How to prove that a right angle is bigger than a right angle!
This requires a pencil and ideally an A4 sheet of paper to do a construction. For best effect, do not use a ruler but draw it freehand as best you can.
1 In the middle of the page, draw a horizontal line AB approx 10 cm in length
2 At point A draw a perpendicular AC, about 6 to 7 cm in length.
3 At point B draw a line BD so that angle ABD is obviously larger than 90 deg. (Not too much, about 100 to 115 deg)
4 Mark off BD exactly the same length as AC.
5 Join C and D. (This line will slope slightly downwards relative to AB.)
6 Now draw a perpendicular bisector on both line AB and CD.
7 Since CD and AB are NOT parallel, these lines will cross somewhere. (The bisector of line CD will lie slightly to the right of the bisector of AB.)
8 Let the two bisectors cross at a point O in the middle of the lower half of the page.

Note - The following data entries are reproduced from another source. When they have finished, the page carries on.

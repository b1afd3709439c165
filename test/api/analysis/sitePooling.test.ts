// The site-and-trial pooling through runAnalysis (twoStage.levels "site-and-trial"): it pools
// exactly the trials and estimates the trial-level pool used, grouped by the trials' sites, and the
// text summary restates it. The engine's numbers themselves are checked against R in
// test/engine/pooling/multilevel/siteLevelsR.test.ts; here the reference is the engine called
// directly on the trial stage's own estimates (exact equality: the same inputs give the same bits).
import { describe, expect, it } from 'vitest';
import { runAnalysis } from '../../../src/api/analysis/runAnalysis.js';
import { analysisSpecSchema } from '../../../src/spec/analysisSpec.js';
import type { NetworkInput, PlotObservation, TrialInput } from '../../../src/engine/types.js';
import { poolSiteLevels } from '../../../src/engine/pooling/multilevel/poolSiteLevels.js';
import { mulberry32, normalSampler } from '../../../src/engine/stats/random.js';
import { formatAnalysisText } from '../../../src/report/text/formatAnalysisText.js';
import { rowsFromColumns } from '../../../src/engine/pooling/compactPooled.js';
import { ManyfieldError } from '../../../src/api/result.js';
import { fitCrossedYear } from '../../../src/engine/pooling/multilevel/fitCrossedYear.js';
import { groupBySite } from '../../../src/engine/pooling/multilevel/poolSiteLevels.js';
import { chisqQuantile } from '../../../src/engine/stats/distributions.js';
import { readFileSync } from 'node:fs';
import { generateDemoNetwork } from '../../../src/demo/generate.js';
import { networkFromTable } from '../../../src/api/analysis/networkFromTable.js';
import { DEMO_YEARS } from '../../../src/demo/scenario.js';

/** Sites over years with gaps; each site has its own response to T (invented, for behaviour only). */
function network(seed: number, dropSite = false): NetworkInput {
  const u = mulberry32(seed);
  const z = normalSampler(u);
  const trials: TrialInput[] = [];
  for (let s = 1; s <= 8; s++) {
    const siteGain = 0.7 * z();
    for (let year = 2019; year <= 2023; year++) {
      if (u() < 0.3) continue;
      const gain = 1 + siteGain + 0.3 * z();
      const plots: PlotObservation[] = [];
      for (let b = 1; b <= 3; b++)
        for (const t of ['CTL', 'T']) plots.push({ treatment: t, block: String(b), row: null, col: null, value: 5 + (t === 'T' ? gain : 0) + 0.4 * z() });
      trials.push({ trial: `S${s}-${year}`, ...(dropSite && s === 1 ? {} : { site: `S${s}` }), year, design: 'randomised-blocks', plots });
    }
  }
  return { trait: 'yield', factors: [], treatments: [{ code: 'CTL', levels: {} }, { code: 'T', levels: {} }], control: 'CTL', trials };
}

const spec = (twoStage: Record<string, unknown>) => analysisSpecSchema.parse({ contrasts: [{ name: 'gain', coefficients: { CTL: -1, T: 1 } }], oneStage: null, twoStage });

describe('twoStage.levels "site-and-trial"', () => {
  it('pools the trial-level pool’s trials by site, identical to the engine on the same estimates', () => {
    const report = runAnalysis(network(3), spec({ levels: 'site-and-trial' }));
    const p = report.twoStage.pooled[0];
    expect(p.siteLevels).toBeDefined();
    const used = new Set(rowsFromColumns(p.weights).map((w) => w.trial));
    const items = report.twoStage.trials.flatMap((t) => {
      const c = t.contrasts.find((x) => x.name === 'gain') as { estimate: number; se: number };
      return used.has(t.trial) ? [{ trial: t.trial, site: t.trial.split('-')[0], estimate: c.estimate, se: c.se }] : [];
    });
    expect(items.length).toBe(p.k);
    expect(p.siteLevels).toEqual(poolSiteLevels(items, { method: 'reml', confidence: 0.95, threshold: 0, prediction: 'bootstrap-tau2', predictionDraws: 1000, predictionSeed: 20190601 }));
    expect(p.siteLevels!.sites).toBe(8);
    const text = formatAnalysisText({ ...report, provenance: { source: 'test', dataFingerprint: 'abcdef123456', appVersion: '0', createdAt: '' } });
    expect(text).toContain('Effects pooled with trials nested in sites (restricted maximum likelihood (REML))');
    expect(p.siteLevels!.newSitePrediction!.method).toBe('bootstrap-pivot');
    expect(text).toContain('new-site interval and probabilities by parametric bootstrap of the studentised prediction error');
    expect(text).toContain('Is the spread repeatable by site or seasonal?');
    expect(text).toContain(`Caution: ${p.siteLevels!.caution}`);
  });

  it('is absent by default and uses ML when tau2 is "ml"', () => {
    expect(runAnalysis(network(3), spec({})).twoStage.pooled[0].siteLevels).toBeUndefined();
    expect(runAnalysis(network(3), spec({ levels: 'site-and-trial', tau2: 'ml' })).twoStage.pooled[0].siteLevels!.method).toMatch(/ML/);
  });

  it('refuses a moment estimator with a message naming the options', () => {
    expect(() => runAnalysis(network(3), spec({ levels: 'site-and-trial', tau2: 'dl' }))).toThrow(ManyfieldError);
    expect(() => runAnalysis(network(3), spec({ levels: 'site-and-trial', tau2: 'dl' }))).toThrow(/set twoStage.tau2 to "reml" or "ml" \(got "dl"\)/);
  });

  it('counts a trial without a site as a site of its own, with a warning', () => {
    const report = runAnalysis(network(3, true), spec({ levels: 'site-and-trial' }));
    expect(report.warnings.join('\n')).toMatch(/trial\(s\) have no site and count as a site of their own: S1-/);
    const sites = report.twoStage.pooled[0].siteLevels!.siteEstimates.map((s) => s.site);
    expect(sites.filter((s) => s.startsWith('S1-')).length).toBeGreaterThan(0);
  });

  it('"site-year-and-trial" adds the year tau², as the crossed engine fit gives it on the same trials', () => {
    const report = runAnalysis(network(3), spec({ levels: 'site-year-and-trial' }));
    const s = report.twoStage.pooled[0].siteLevels!;
    expect(s.levels).toBe('site-year-and-trial');
    const items = report.twoStage.trials.map((t) => {
      const c = t.contrasts.find((x) => x.name === 'gain') as { estimate: number; se: number };
      return { trial: t.trial, site: t.trial.split('-')[0], year: Number(t.trial.split('-')[1]), estimate: c.estimate, se: c.se };
    });
    const years = [...new Set(items.map((i) => i.year))].sort();
    const groups = groupBySite(items).map((g) => ({ ...g, yearIndex: Int32Array.from(g.trials, (t) => years.indexOf(Number(t.split('-')[1]))) }));
    const fit = fitCrossedYear(groups, years.length, 'reml', chisqQuantile(0.95, 1));
    expect(s.years).toBe(years.length);
    expect([s.siteTau2, s.yearTau2, s.trialTau2, s.estimate, s.logLik]).toEqual([fit.siteTau2, fit.yearTau2, fit.trialTau2, fit.mu, fit.logLik]);
    expect(s.yearTau2Upper).toEqual(fit.intervals!.year.upper);
    expect(s.I2Site! + s.I2Year! + s.I2Trial!).toBeCloseTo(s.I2Total!, 12);
    const text = formatAnalysisText({ ...report, provenance: { source: 'test', dataFingerprint: 'abcdef123456', appVersion: '0', createdAt: '' } });
    expect(text).toContain('crossed with years');
    expect(text).toMatch(/year tau² \(95% profile\)/);
  });

  it('the example spec examples/sites-over-years.json runs on the demo network', () => {
    const example = analysisSpecSchema.parse(JSON.parse(readFileSync(new URL('../../../examples/sites-over-years.json', import.meta.url), 'utf8')));
    const report = runAnalysis(networkFromTable(generateDemoNetwork().table, 'yield'), example);
    for (const p of report.twoStage.pooled) {
      expect(p.siteLevels?.levels).toBe('site-year-and-trial');
      expect(p.siteLevels?.years).toBe(DEMO_YEARS.length);
      expect(p.siteLevels?.converged).toBe(true);
    }
  });
});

Join OA, OB, OC and OD.
9 Examine triangles OAC and OBD.
10 In these triangles AO = OB (O is equidistant from A and B)
CO = CD (O is equidistant from C and D)
AC = BD (By construction)
11 Hence, these triangles are congruent (three sides equal)
12 Hence, angle CAO equals angle OBD
13 But angle OAB equals angle OBA (isosceles triangle)
14 Hence, angle CAB (which is 90 deg) equals angle ABD (which is > 90)
Obviously, this cannot be true. Try to reason it out logically and mathematically, before being tempted to do the construction accurately, which will make the fallacy clear!